● **GOAL OF THE EXERCISE**
Repeat only the lines running from the beginning of the material through the line that contains "readForIt, toSign, type".

╭─ DATA FOR THIS EXERCISE

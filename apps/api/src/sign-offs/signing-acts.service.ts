import { Injectable } from '@nestjs/common';
import { nextRevisionState, type RevisionAction } from '@proofplate/recipe-model';
import type { Actor } from '../common/actor';
import type { Tx } from '../database/unit-of-work';
import { LedgerService } from '../ledger/ledger.service';
import { type ApprovalCheck, blocksApproval } from '../recipes/approval-check';
import type { RecipeRevisionDto } from '../recipes/dto/recipe-revision.dto';
import { RecipeRevisionsService } from '../recipes/recipe-revisions.service';
import { RevisionStateError, StaleRevisionError } from '../recipes/recipes.errors';
import { hashOfRecord } from '../recipes/revision-records.service';
import type { LockedRevision } from '../recipes/stored-revision';
import { ApprovalChecksService, keptChecks, readForIt, toSign, type Weighed } from './approval-checks.service';
import type { ApproveRevisionDto, WithdrawRevisionDto } from './dto/sign-off-acts.dto';
import { SignOffLettersService } from './sign-off-letters.service';
import { ChecksFailError, NotForThisProcessError, SelfApprovalError } from './sign-offs.errors';
import { maySignOwn, signerCautionsCheck, signsForProcess } from './sign-offs.policy';
import { SignaturesService } from './signatures.service';

/** What an approval and a withdrawal do inside their transaction, once the password was right. */
@Injectable()
export class SigningActsService {
  constructor(
    private readonly revisions: RecipeRevisionsService,
    private readonly checks: ApprovalChecksService,
    private readonly signatures: SignaturesService,
    private readonly letters: SignOffLettersService,
    private readonly ledger: LedgerService,
  ) {}

  async approve(tx: Tx, actor: Actor, id: string, dto: ApproveRevisionDto): Promise<RecipeRevisionDto> {
    const { revision, ladder } = await this.revisions.lockForSigning(tx, actor.shopId, id);
    await this.refuseJump(tx, actor, revision, revision.takesEffectLater ? 'approveLater' : 'approve');
    await this.refuseSecondScheduled(tx, actor, revision, ladder);
    const weighed = await this.checks.weigh(tx, actor.shopId, id);
    await this.refuseSigner(tx, actor, weighed);
    await this.refuseStale(tx, actor, weighed, dto.contentHash);
    const items = this.refuseFailing(weighed, dto.acknowledgedCautionIds);
    const { reviewEveryDays } = weighed.facts.policy;
    const { state, superseded } = await this.revisions.markApproved(tx, actor.shopId, { revision, ladder, reviewEveryDays });
    const { record } = weighed;
    const comment = dto.comment ?? '';
    await this.letters.approved(tx, actor, { record, number: revision.number ?? 0 }, comment);
    if (superseded !== undefined) await this.recordSuperseded(tx, actor, superseded, record.recipe.code);
    await this.signatures.sign(tx, actor, record, {
      ...{ meaning: 'approved', method: 'password', action: state === 'approved' ? 'revision.approved' : 'revision.scheduled' },
      ...{ comment, contentHash: dto.contentHash, acknowledgedCautionIds: readForIt(record, dto.acknowledgedCautionIds) },
      checks: keptChecks(items, weighed),
      after: { state, number: revision.number },
    });
    return this.revisions.getDto(tx, actor, id);
  }

  async withdraw(tx: Tx, actor: Actor, id: string, { reason }: WithdrawRevisionDto): Promise<RecipeRevisionDto> {
    const { revision, ladder } = await this.revisions.lockForSigning(tx, actor.shopId, id);
    await this.refuseJump(tx, actor, revision, 'withdraw');
    const staying = ladder.find((rung) => rung.state === 'approved' && rung.id !== id);
    const record = await this.revisions.getRecord(tx, actor.shopId, id);
    await this.revisions.markWithdrawn(tx, actor.shopId, id);
    await this.letters.withdrawn(tx, actor, { record, number: revision.number ?? 0 }, { reason, stayingNumber: staying?.number ?? null });
    await this.signatures.sign(tx, actor, record, {
      ...{ meaning: 'withdrawn', method: 'password', action: 'revision.withdrawn', comment: reason },
      contentHash: revision.contentHash ?? hashOfRecord(record),
      after: { state: 'withdrawn', number: revision.number },
    });
    return this.revisions.getDto(tx, actor, id);
  }

  private async refuseJump(tx: Tx, actor: Actor, { id, state }: LockedRevision, act: RevisionAction): Promise<void> {
    const moved = nextRevisionState(state, act);
    if (moved.kind === 'refused') throw new RevisionStateError(moved.message, await this.revisions.getDto(tx, actor, id));
  }

  private async refuseSecondScheduled(tx: Tx, actor: Actor, revision: LockedRevision, ladder: readonly LockedRevision[]): Promise<void> {
    const waiting = ladder.find(({ state }) => state === 'scheduled');
    if (!revision.takesEffectLater || waiting === undefined) return;
    const detail = `Revision ${waiting.number ?? ''} is approved already and takes effect later. Send this one back, or wait for that day.`;
    throw new RevisionStateError(detail, await this.revisions.getDto(tx, actor, revision.id));
  }

  private async refuseSigner(tx: Tx, actor: Actor, { record, facts }: Weighed): Promise<void> {
    const revision = toSign(record);
    if (!maySignOwn(actor, revision, facts.policy.authorMaySign)) throw new SelfApprovalError();
    const signer = await this.checks.signerOf(tx, actor);
    if (!signsForProcess(signer, revision))
      throw new NotForThisProcessError(`${record.recipe.effect.name} on ${record.recipe.machine.name}`);
  }

  /** The signature counts for what was shown, and what was shown must still be the record. */
  private async refuseStale(tx: Tx, actor: Actor, { record }: Weighed, shownHash: string): Promise<void> {
    const hash = hashOfRecord(record);
    if (shownHash === hash && record.revision.contentHash === hash) return;
    throw new StaleRevisionError(await this.revisions.getDto(tx, actor, record.revision.id));
  }

  private refuseFailing(weighed: Weighed, acknowledgedCautionIds: readonly string[]): ApprovalCheck[] {
    const items = [...weighed.items, signerCautionsCheck(weighed.record.cautions, acknowledgedCautionIds)];
    const failing = items.filter(blocksApproval);
    if (failing.length > 0) throw new ChecksFailError(failing);
    return items;
  }

  private async recordSuperseded(tx: Tx, actor: Actor, { id, number }: LockedRevision, subjectCode: string): Promise<void> {
    const subject = { subjectType: 'revision', subjectId: id, subjectCode };
    const states = { before: { state: 'approved' }, after: { state: 'superseded', number } };
    await this.ledger.record(tx, { actor, action: 'revision.superseded', ...subject, ...states });
  }
}
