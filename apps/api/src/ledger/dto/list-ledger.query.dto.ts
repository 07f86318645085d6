import { ApiPropertyOptional, OmitType } from '@nestjs/swagger';
import { Transform } from 'class-transformer';
import { IsOptional, IsString, IsUUID, Matches, MaxLength } from 'class-validator';
import { IsDay } from '../../common/decorators/is-day';
import { PageQuery } from '../../common/pagination/page';

const MAX_NAME_LENGTH = 80;

export class ListLedgerQuery extends PageQuery {
  @ApiPropertyOptional({ description: 'Kind of thing, such as recipe' })
  @IsOptional()
  @IsString()
  @MaxLength(MAX_NAME_LENGTH)
  subjectType?: string;

  @ApiPropertyOptional({ format: 'uuid', description: 'One thing' })
  @IsOptional()
  @IsUUID()
  subjectId?: string;

  @ApiPropertyOptional({ description: 'Code that people read; C-0117 also finds its cells and photos', maxLength: MAX_NAME_LENGTH })
  @IsOptional()
  @Transform(({ value }) => (typeof value === 'string' ? value.trim().toUpperCase() : value))
  @IsString()
  @MaxLength(MAX_NAME_LENGTH)
  @Matches(/^[A-Z]+-[0-9]+( [A-Z0-9]+)?$/, { message: 'Type a code such as R-0031, C-0117 or J-0007.' })
  subjectCode?: string;

  @ApiPropertyOptional({ description: 'What happened, such as recipe.submitted' })
  @IsOptional()
  @IsString()
  @MaxLength(MAX_NAME_LENGTH)
  action?: string;

  @ApiPropertyOptional({ format: 'uuid', description: 'Who acted' })
  @IsOptional()
  @IsUUID()
  actorMemberId?: string;

  @ApiPropertyOptional({ format: 'date', description: 'First day, in the time zone of the shop' })
  @IsOptional()
  @IsDay()
  fromDay?: string;

  @ApiPropertyOptional({ format: 'date', description: 'Last day, in the time zone of the shop' })
  @IsOptional()
  @IsDay()
  toDay?: string;
}

/** An export has all that match. */
export class ExportLedgerQuery extends OmitType(ListLedgerQuery, ['limit', 'cursor']) {}
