import { chakra } from '@chakra-ui/react';
import { FEATURE_KIND_LABELS, type Range, ROUTE_KIND_LABELS } from '@proofplate/recipe-model';
import { FactList } from '../../../components/fact-list';
import { StateMark } from '../../../components/state-mark';
import { formatDate, formatNumber, formatQuantity } from '../../../lib/format';
import { useSession } from '../../../lib/session';
import type { Revision } from '../recipes.api';

/** What the setting covers, where it comes from and until when it holds. */
export function RevisionFacts({ revision }: { revision: Revision }) {
  const { shop } = useSession();
  const { scope, limits, route, grounds, groundsBy, calibration, effectiveFrom, reviewDue, author, profile } = revision;
  const date = (time: string) => formatDate(time, shop.timeZone);
  const facts = [
    { label: 'Route', value: ROUTE_KIND_LABELS[route] },
    { label: 'Author', value: author.name },
    { label: 'Feature', value: scope.featureKind === undefined ? 'any' : FEATURE_KIND_LABELS[scope.featureKind] },
    ...rangeFact('Feature size', scope.featureSizeMm),
    ...rangeFact('Thickness', scope.thicknessMm),
    ...rangeFact('Part diameter', scope.partDiameterMm),
    ...rangeFact('Use for thickness', limits.thicknessMm),
    ...rangeFact('Use for diameter', limits.partDiameterMm),
    ...(scope.customerSpecification === undefined ? [] : [{ label: 'Customer specification', value: scope.customerSpecification }]),
    { label: 'Power table', value: calibration === null ? 'none cited' : `${date(calibration.measuredOn)}, ${calibration.meter}` },
    { label: 'Machine profile', value: profile.isPresent ? `version ${profile.number}` : `version ${profile.number}, changed since` },
    ...(effectiveFrom === null ? [] : [{ label: 'Takes effect', value: date(effectiveFrom) }]),
    ...(reviewDue === null ? [] : [{ label: 'Re-prove by', value: date(reviewDue) }]),
  ];
  return (
    <>
      <FactList facts={facts} />
      {limits.notes !== '' && (
        <chakra.p mt="2">
          <b>Limits of use: </b>
          {limits.notes}
        </chakra.p>
      )}
      {grounds !== '' && (
        <chakra.p mt="2">
          <b>Grounds{groundsBy === null ? '' : ` of ${groundsBy.name}`}: </b>
          {grounds}
        </chakra.p>
      )}
    </>
  );
}

function rangeFact(label: string, range: Range | undefined) {
  const words = rangeWords(range);
  return words === undefined ? [] : [{ label, value: words }];
}

/** "2 to 5 mm", "from 2 mm", "up to 5 mm". */
export function rangeWords(range: Range | undefined): string | undefined {
  const { from, to } = range ?? {};
  if (from !== undefined && to !== undefined) return `${formatNumber(from)} to ${formatQuantity(to, 'mm')}`;
  if (from !== undefined) return `from ${formatQuantity(from, 'mm')}`;
  return to === undefined ? undefined : `up to ${formatQuantity(to, 'mm')}`;
}

/** What is done before marking, in its order. */
export function SetUpSteps({ steps }: { steps: Revision['setUpSteps'] }) {
  if (steps.length === 0) return <chakra.p color="fg.muted">No set-up step is written.</chakra.p>;
  return (
    <chakra.ol>
      {steps.map(({ text, caution, mustTick }, index) => (
        <chakra.li
          key={`${index + 1} ${text}`}
          display="grid"
          gridTemplateColumns="28px minmax(0, 1fr)"
          py="1.5"
          borderTop="hairline"
          _first={{ borderTop: 'none' }}
        >
          <chakra.span color="fg.subtle">{index + 1}</chakra.span>
          <span>
            {text}
            {mustTick && (
              <chakra.span fontSize="sm" color="fg.muted">
                {' '}
                must be ticked
              </chakra.span>
            )}
            {caution !== undefined && caution !== '' && (
              <chakra.span display="block" fontSize="sm" css={{ '& span': { whiteSpace: 'normal' } }}>
                <StateMark state="caution">{caution}</StateMark>
              </chakra.span>
            )}
          </span>
        </chakra.li>
      ))}
    </chakra.ol>
  );
}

╰─

● **EXERCISE OUTPUT**
filename apps/api/src/sign-offs/signing-acts.service.ts
import { Injectable } from '@nestjs/common';
import { nextRevisionState, type RevisionAction } from '@proofplate/recipe-model';
import type { Actor } from '../common/actor';
import type { Tx } from '../database/unit-of-work';
import { LedgerService } from '../ledger/ledger.service';
import { type ApprovalCheck, blocksApproval } from '../recipes/approval-check';
import type { RecipeRevisionDto } from '../recipes/dto/recipe-revision.dto';
import { RecipeRevisionsService } from '../recipes/recipe-revisions.service';
import { RevisionStateError, StaleRevisionError } from '../recipes/recipes.errors';
import { hashOfRecord } from '../recipes/revision-records.service';
import type { LockedRevision } from '../recipes/stored-revision';
import { ApprovalChecksService, keptChecks, readForIt, toSign, type Weighed } from './approval-checks.service';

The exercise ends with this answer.